▶ WHAT IS BEING ASKED:
The data below must be returned in full and exactly.
━━━━
package lsp

import (
	"context"
	"maps"
	"slices"
	"strings"

	"go.lsp.dev/protocol"

	"triodeck/analysis"
	"triodeck/analysis/circuit"
	"triodeck/parser"
	"triodeck/parser/source"
)

// findings analyses every open deck; not ok if it was cancelled. A file that an
// open deck includes is analysed as part of that deck, not as a deck itself: a
// library has no title line and no bias of its own.
func (st *state) findings(ctx context.Context, rules []*analysis.Rule) (found map[string][]analysis.Finding, ok bool) {
	found = map[string][]analysis.Finding{}
	seen := map[string]bool{}
	for _, root := range st.roots(ctx) {
		for _, f := range st.snapshot.Deck(root).Findings(ctx, rules) {
			if f.Place.Doc == nil {
				continue
			}
			path := f.Place.Doc.Path
			key := strings.Join([]string{path, f.Place.Span.String(), f.Rule, f.Message}, "\x00")
			if !seen[key] {
				seen[key] = true
				found[path] = append(found[path], f)
			}
		}
		if ctx.Err() != nil {
			return nil, false
		}
	}
	return found, ctx.Err() == nil
}

// roots are the open files that no other open file includes.
func (st *state) roots(ctx context.Context) []string {
	included := map[string]bool{}
	var roots []string
	for _, path := range slices.Sorted(maps.Keys(st.open)) {
		if included[path] {
			continue
		}
		roots = append(roots, path)
		design := st.snapshot.Deck(path).Design(ctx)
		if design == nil {
			return nil
		}
		for _, doc := range design.Docs {
			if doc.Path != path {
				included[doc.Path] = true
			}
		}
	}
	return slices.DeleteFunc(roots, func(path string) bool { return included[path] })
}

// diagnostic is a finding as the protocol has it.
func (st *state) diagnostic(enc encoding, f analysis.Finding) protocol.Diagnostic {
	d := protocol.Diagnostic{
		Range:    enc.rangeOf(f.Place.Doc.File, f.Place.Span),
		Severity: severities[f.Severity],
		Code:     protocol.String(f.Rule),
		Source:   protocol.NewOptional("triodeck"),
		Message:  protocol.String(f.Message),
	}
	for _, r := range f.Related {
		if r.Place.Doc == nil {
			continue
		}
		d.RelatedInformation = append(d.RelatedInformation, protocol.DiagnosticRelatedInformation{
			Location: protocol.Location{URI: st.uri(r.Place.Doc.Path), Range: enc.rangeOf(r.Place.Doc.File, r.Place.Span)},
			Message:  r.Message,
		})
	}
	return d
}

var severities = [...]protocol.DiagnosticSeverity{
	analysis.Note:    protocol.DiagnosticSeverityInformation,
	analysis.Warning: protocol.DiagnosticSeverityWarning,
	analysis.Error:   protocol.DiagnosticSeverityError,
}

// carried are the findings of the last pass, except those of some rules, moved
// to where their text stands after an edit; what the edit touched is left out.
func carried(last publication, doc *circuit.Document, except []*analysis.Rule) []analysis.Finding {
	old, now := changed(last.file, doc.File)
	var kept []analysis.Finding
	for _, f := range last.findings {
		sp := f.Place.Span
		switch {
		case slices.ContainsFunc(except, func(r *analysis.Rule) bool { return r.Name == f.Rule }):
			continue
		case sp.End <= old.Start:
		case sp.Start >= old.End:
			sp = sp.Shift(now.End - old.End)
		default:
			continue
		}
		f.Place = circuit.Place{Doc: doc, Card: doc.File.CardAt(sp.Start), Span: sp}
		kept = append(kept, f)
	}
	return kept
}

// changed are the spans that differ between two versions of a text: everything
// but their common beginning and end.
func changed(a, b *parser.File) (old, now source.Span) {
	s, t := a.Src, b.Src
	n := min(len(s), len(t))
	start := 0
	for start < n && s[start] == t[start] {
		start++
	}
	tail := 0
	for tail < n-start && s[len(s)-1-tail] == t[len(t)-1-tail] {
		tail++
	}
	old = source.Span{Start: int32(start), End: int32(len(s) - tail)}
	return old, source.Span{Start: int32(start), End: int32(len(t) - tail)}
}
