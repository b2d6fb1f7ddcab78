// Package lsp speaks the Language Server Protocol: it keeps the open buffers,
// passes questions on to package ide and turns its answers into messages. Its
// one invariant: messages act in the order in which they came, and none of them,
// whatever it holds, ends the connection. It knows no circuit and no device.
package lsp

import (
	"context"
	"errors"
	"fmt"
	"io"
	"log/slog"
	"runtime/debug"
	"time"

	"go.lsp.dev/jsonrpc2"
	"go.lsp.dev/protocol"

	"triodeck/analysis"
	"triodeck/analysis/workspace"
)

// Options are what the server is started with.
type Options struct {
	Version string               // of the program, told to the client
	Rules   []*analysis.Rule     // the rules behind the diagnostics
	Files   workspace.FileSystem // where files that are not open are read
	Delay   time.Duration        // of rest after an edit before everything is analysed
	Log     *slog.Logger         // nil: nothing is logged
	started func(*server)        // tests: called before the first message
}

// ErrNoShutdown says that the client asked the server to exit without having
// asked it to shut down, for which the protocol demands an exit status of 1.
var ErrNoShutdown = errors.New("the client ended the session without a shutdown request")

// Serve answers the messages of one client until it says exit or its stream
// ends. The error is one of reading or writing the streams, or ErrNoShutdown.
func Serve(ctx context.Context, in io.Reader, out io.Writer, opts Options) error {
	if opts.Log == nil {
		opts.Log = slog.New(slog.DiscardHandler)
	}
	p := &pipe{in: in, out: out}
	stream, err := newStream(p)
	if err != nil {
		return err
	}
	ctx, cancel := context.WithCancel(ctx)
	defer cancel()
	conn := jsonrpc2.NewConn(stream, jsonrpc2.WithCodec(codec{}))
	s := newServer(ctx, protocol.ClientDispatcher(conn), opts)
	s.hangUp = func() { p.Close() }
	if opts.started != nil {
		opts.started(s)
	}
	// Not the package's own server constructor: it gives up the order of messages.
	handler := protocol.CancelHandler(protocol.ServerHandler(s, jsonrpc2.MethodNotFoundHandler))
	conn.Go(ctx, lasting(s.guard(handler)))
	<-conn.Done()
	s.diagnostics.stop()
	if s.phase.Load() == exitedEarly {
		return ErrNoShutdown
	}
	if err := conn.Err(); err != nil && !errors.Is(err, io.ErrUnexpectedEOF) {
		return fmt.Errorf("the connection to the client failed: %w", err)
	}
	return nil
}

// codec passes payloads to the protocol's own encoding, which knows its unions.
type codec struct{}

func (codec) Marshal(v any) ([]byte, error) {
	if raw, ok := v.(jsonrpc2.RawMessage); ok && raw != nil {
		return raw, nil
	}
	return protocol.Marshal(v)
}

func (codec) Unmarshal(data []byte, v any) error {
	if raw, ok := v.(*jsonrpc2.RawMessage); ok {
		*raw = append(jsonrpc2.RawMessage(nil), data...)
		return nil
	}
	return protocol.Unmarshal(data, v)
}

// guard keeps the connection alive: a panic becomes an error of its request, an
// error of a notification is logged, and what comes in the wrong phase of the
// session is refused.
func (s *server) guard(next jsonrpc2.Handler) jsonrpc2.Handler {
	return func(ctx context.Context, req *jsonrpc2.Request) (result any, err error) {
		call := req.IsCall()
		defer func() {
			// Asked for only now: a request that let the next one in has a name of
			// its own from then on; the one before that lies in a buffer.
			method := req.Method()
			if r := recover(); r != nil {
				s.log.Error("a handler panicked", "method", method, "panic", r, "stack", string(debug.Stack()))
				result, err = nil, jsonrpc2.Errorf(jsonrpc2.InternalError, "%s failed: %v", method, r)
			}
			if call && errors.Is(err, context.Canceled) {
				err = jsonrpc2.Errorf(jsonrpc2.Code(protocol.LSPErrorCodesRequestCancelled), "%s was cancelled", method)
			}
			if err != nil && !call {
				s.log.Warn("a notification was not handled", "method", method, "error", err)
				result, err = nil, nil
			}
		}()
		if err := s.admits(req.Method()); err != nil {
			return nil, err
		}
		return next(ctx, req)
	}
}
━━━━
▶ EXPECTED ANSWER:
package lsp

import (
	"context"
	"maps"
	"slices"
	"strings"

	"go.lsp.dev/protocol"

	"triodeck/analysis"
	"triodeck/analysis/circuit"
	"triodeck/parser"
	"triodeck/parser/source"
)

// findings analyses every open deck; not ok if it was cancelled. A file that an
// open deck includes is analysed as part of that deck, not as a deck itself: a
// library has no title line and no bias of its own.
func (st *state) findings(ctx context.Context, rules []*analysis.Rule) (found map[string][]analysis.Finding, ok bool) {
	found = map[string][]analysis.Finding{}
	seen := map[string]bool{}
	for _, root := range st.roots(ctx) {
		for _, f := range st.snapshot.Deck(root).Findings(ctx, rules) {
			if f.Place.Doc == nil {
				continue
			}
			path := f.Place.Doc.Path
			key := strings.Join([]string{path, f.Place.Span.String(), f.Rule, f.Message}, "\x00")
			if !seen[key] {
				seen[key] = true
				found[path] = append(found[path], f)
			}
		}
		if ctx.Err() != nil {
			return nil, false
		}
	}
	return found, ctx.Err() == nil
}

// roots are the open files that no other open file includes.
func (st *state) roots(ctx context.Context) []string {
	included := map[string]bool{}
	var roots []string
	for _, path := range slices.Sorted(maps.Keys(st.open)) {
		if included[path] {
			continue
		}
		roots = append(roots, path)
		design := st.snapshot.Deck(path).Design(ctx)
		if design == nil {
			return nil
		}
		for _, doc := range design.Docs {
			if doc.Path != path {
				included[doc.Path] = true
			}
		}
	}
	return slices.DeleteFunc(roots, func(path string) bool { return included[path] })
}

// diagnostic is a finding as the protocol has it.
func (st *state) diagnostic(enc encoding, f analysis.Finding) protocol.Diagnostic {
	d := protocol.Diagnostic{
		Range:    enc.rangeOf(f.Place.Doc.File, f.Place.Span),
		Severity: severities[f.Severity],
		Code:     protocol.String(f.Rule),
		Source:   protocol.NewOptional("triodeck"),
		Message:  protocol.String(f.Message),
	}
	for _, r := range f.Related {
		if r.Place.Doc == nil {
			continue
		}
		d.RelatedInformation = append(d.RelatedInformation, protocol.DiagnosticRelatedInformation{
			Location: protocol.Location{URI: st.uri(r.Place.Doc.Path), Range: enc.rangeOf(r.Place.Doc.File, r.Place.Span)},
			Message:  r.Message,
		})
	}
	return d
}

var severities = [...]protocol.DiagnosticSeverity{
	analysis.Note:    protocol.DiagnosticSeverityInformation,
	analysis.Warning: protocol.DiagnosticSeverityWarning,
	analysis.Error:   protocol.DiagnosticSeverityError,
}

// carried are the findings of the last pass, except those of some rules, moved
// to where their text stands after an edit; what the edit touched is left out.
func carried(last publication, doc *circuit.Document, except []*analysis.Rule) []analysis.Finding {
	old, now := changed(last.file, doc.File)
	var kept []analysis.Finding
	for _, f := range last.findings {
		sp := f.Place.Span
		switch {
		case slices.ContainsFunc(except, func(r *analysis.Rule) bool { return r.Name == f.Rule }):
			continue
		case sp.End <= old.Start:
		case sp.Start >= old.End:
			sp = sp.Shift(now.End - old.End)
		default:
			continue
		}
		f.Place = circuit.Place{Doc: doc, Card: doc.File.CardAt(sp.Start), Span: sp}
		kept = append(kept, f)
	}
	return kept
}

// changed are the spans that differ between two versions of a text: everything
// but their common beginning and end.
func changed(a, b *parser.File) (old, now source.Span) {
	s, t := a.Src, b.Src
	n := min(len(s), len(t))
	start := 0
	for start < n && s[start] == t[start] {
		start++
	}
	tail := 0
	for tail < n-start && s[len(s)-1-tail] == t[len(t)-1-tail] {
		tail++
	}
	old = source.Span{Start: int32(start), End: int32(len(s) - tail)}
	return old, source.Span{Start: int32(start), End: int32(len(t) - tail)}
}
repository b2d6fb1f7ddcab78
// Package lsp speaks the Language Server Protocol: it keeps the open buffers,
// passes questions on to package ide and turns its answers into messages. Its
// one invariant: messages act in the order in which they came, and none of them,
// whatever it holds, ends the connection. It knows no circuit and no device.
package lsp

import (
	"context"
	"errors"
	"fmt"
	"io"
	"log/slog"
	"runtime/debug"
	"time"

	"go.lsp.dev/jsonrpc2"
	"go.lsp.dev/protocol"

	"triodeck/analysis"
	"triodeck/analysis/workspace"
)

// Options are what the server is started with.
type Options struct {
	Version string               // of the program, told to the client
	Rules   []*analysis.Rule     // the rules behind the diagnostics
	Files   workspace.FileSystem // where files that are not open are read
	Delay   time.Duration        // of rest after an edit before everything is analysed
	Log     *slog.Logger         // nil: nothing is logged
	started func(*server)        // tests: called before the first message
}

// ErrNoShutdown says that the client asked the server to exit without having
// asked it to shut down, for which the protocol demands an exit status of 1.
var ErrNoShutdown = errors.New("the client ended the session without a shutdown request")

// Serve answers the messages of one client until it says exit or its stream
// ends. The error is one of reading or writing the streams, or ErrNoShutdown.
func Serve(ctx context.Context, in io.Reader, out io.Writer, opts Options) error {
	if opts.Log == nil {
		opts.Log = slog.New(slog.DiscardHandler)
	}
	p := &pipe{in: in, out: out}
	stream, err := newStream(p)
	if err != nil {
		return err
	}
	ctx, cancel := context.WithCancel(ctx)
	defer cancel()
	conn := jsonrpc2.NewConn(stream, jsonrpc2.WithCodec(codec{}))
	s := newServer(ctx, protocol.ClientDispatcher(conn), opts)
	s.hangUp = func() { p.Close() }
	if opts.started != nil {
		opts.started(s)
	}
	// Not the package's own server constructor: it gives up the order of messages.
	handler := protocol.CancelHandler(protocol.ServerHandler(s, jsonrpc2.MethodNotFoundHandler))
	conn.Go(ctx, lasting(s.guard(handler)))
	<-conn.Done()
	s.diagnostics.stop()
	if s.phase.Load() == exitedEarly {
		return ErrNoShutdown
	}
	if err := conn.Err(); err != nil && !errors.Is(err, io.ErrUnexpectedEOF) {
		return fmt.Errorf("the connection to the client failed: %w", err)
	}
	return nil
}

// codec passes payloads to the protocol's own encoding, which knows its unions.
type codec struct{}

func (codec) Marshal(v any) ([]byte, error) {
	if raw, ok := v.(jsonrpc2.RawMessage); ok && raw != nil {
		return raw, nil
	}
	return protocol.Marshal(v)
}

func (codec) Unmarshal(data []byte, v any) error {
	if raw, ok := v.(*jsonrpc2.RawMessage); ok {
		*raw = append(jsonrpc2.RawMessage(nil), data...)
		return nil
	}
	return protocol.Unmarshal(data, v)
}

// guard keeps the connection alive: a panic becomes an error of its request, an
// error of a notification is logged, and what comes in the wrong phase of the
// session is refused.
func (s *server) guard(next jsonrpc2.Handler) jsonrpc2.Handler {
	return func(ctx context.Context, req *jsonrpc2.Request) (result any, err error) {
		call := req.IsCall()
		defer func() {
			// Asked for only now: a request that let the next one in has a name of
			// its own from then on; the one before that lies in a buffer.
			method := req.Method()
			if r := recover(); r != nil {
				s.log.Error("a handler panicked", "method", method, "panic", r, "stack", string(debug.Stack()))
				result, err = nil, jsonrpc2.Errorf(jsonrpc2.InternalError, "%s failed: %v", method, r)
			}
			if call && errors.Is(err, context.Canceled) {
				err = jsonrpc2.Errorf(jsonrpc2.Code(protocol.LSPErrorCodesRequestCancelled), "%s was cancelled", method)
			}
			if err != nil && !call {
				s.log.Warn("a notification was not handled", "method", method, "error", err)
				result, err = nil, nil
			}
		}()
		if err := s.admits(req.Method()); err != nil {
			return nil, err
		}
		return next(ctx, req)
	}
}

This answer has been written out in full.